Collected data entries
•••••
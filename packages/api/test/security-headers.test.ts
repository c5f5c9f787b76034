import { mkdtempSync, rmSync, writeFileSync } from 'node:fs';
import { tmpdir } from 'node:os';
import path from 'node:path';
import { afterAll, describe, expect, it } from 'vitest';
import { DEMO, signedIn, startTestApp } from './support/test-app.js';

const webDist = mkdtempSync(path.join(tmpdir(), 'workback-web-'));
writeFileSync(path.join(webDist, 'index.html'), '<!doctype html><title>Workback</title>');
afterAll(() => rmSync(webDist, { recursive: true, force: true }));

const STRICT_CSP = {
  'default-src': "'self'",
  'script-src': "'self'",
  'script-src-attr': "'none'",
  'style-src': "'self'",
  'img-src': "'self' data: blob:",
  'font-src': "'self'",
  'connect-src': "'self'",
  'object-src': "'none'",
  'base-uri': "'none'",
  'form-action': "'self'",
  'frame-ancestors': "'none'",
  'upgrade-insecure-requests': '',
};

function csp(header: unknown): Record<string, string> {
  return Object.fromEntries(
    String(header)
      .split(';')
      .map((d) => d.trim().split(/\s+/))
      .map(([name, ...values]) => [name!, values.join(' ')]),
  );
}

function pick(headers: Record<string, unknown>, names: string[]) {
  return Object.fromEntries(
    names.map((n) => [n, n === 'content-security-policy' ? csp(headers[n]) : headers[n]]),
  );
}

const SECURITY = [
  'content-security-policy',
  'x-content-type-options',
  'referrer-policy',
  'x-frame-options',
  'cross-origin-opener-policy',
  'strict-transport-security',
  'x-powered-by',
];

describe('security headers', () => {
  it('serves the web app and API JSON with a strict CSP, nosniff and no caching of personal data', async () => {
    const t = await startTestApp({ WEB_DIST: webDist });
    try {
      const page = await t.http().get('/students').set('Accept', 'text/html').expect(200);
      expect(page.text).toContain('<title>Workback</title>');
      expect(pick(page.headers, SECURITY)).toEqual({
        'content-security-policy': STRICT_CSP,
        'x-content-type-options': 'nosniff',
        'referrer-policy': 'no-referrer',
        'x-frame-options': 'DENY',
        'cross-origin-opener-policy': 'same-origin',
        'strict-transport-security': undefined,
        'x-powered-by': undefined,
      });

      const owner = await signedIn(t, DEMO.owner);
      const api = await owner.get('/api/students').expect(200);
      expect(api.headers['content-type']).toMatch(/^application\/json/);
      expect(api.headers['cache-control']).toBe('no-store');
      expect(csp(api.headers['content-security-policy'])).toEqual(STRICT_CSP);
      expect(api.headers['x-content-type-options']).toBe('nosniff');
      expect(api.headers['x-request-id']).toMatch(/^[0-9a-f-]{36}$/);

      // Only the OpenAPI UI is allowed its inline styles.
      const docs = await t.http().get('/api/docs').expect(200);
      expect(csp(docs.headers['content-security-policy'])).toEqual({
        ...STRICT_CSP,
        'style-src': "'self' 'unsafe-inline'",
      });
    } finally {
      await t.close();
    }
  });

  it('adds HSTS and Secure cookies in production behind a TLS proxy', async () => {
    const t = await startTestApp({
      NODE_ENV: 'production',
      TRUST_PROXY: 'true',
      LOG_LEVEL: 'silent',
      WEB_DIST: webDist,
    });
    try {
      const res = await t
        .http()
        .get('/api/auth/csrf')
        .set('X-Forwarded-Proto', 'https')
        .expect(200);
      expect(res.headers['strict-transport-security']).toBe('max-age=31536000; includeSubDomains');
      const cookie = (res.headers['set-cookie'] as unknown as string[])[0]!;
      expect(cookie).toMatch(/; Secure/);
      expect(cookie).toMatch(/; HttpOnly/);
      expect(cookie).toMatch(/; SameSite=Lax/);
    } finally {
      await t.close();
    }
  });
});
•••••
_EXERCISE GOAL_
A single number is expected: how many lines of the data hold the string "mkdtempSync".

_TASK SOLUTION_
2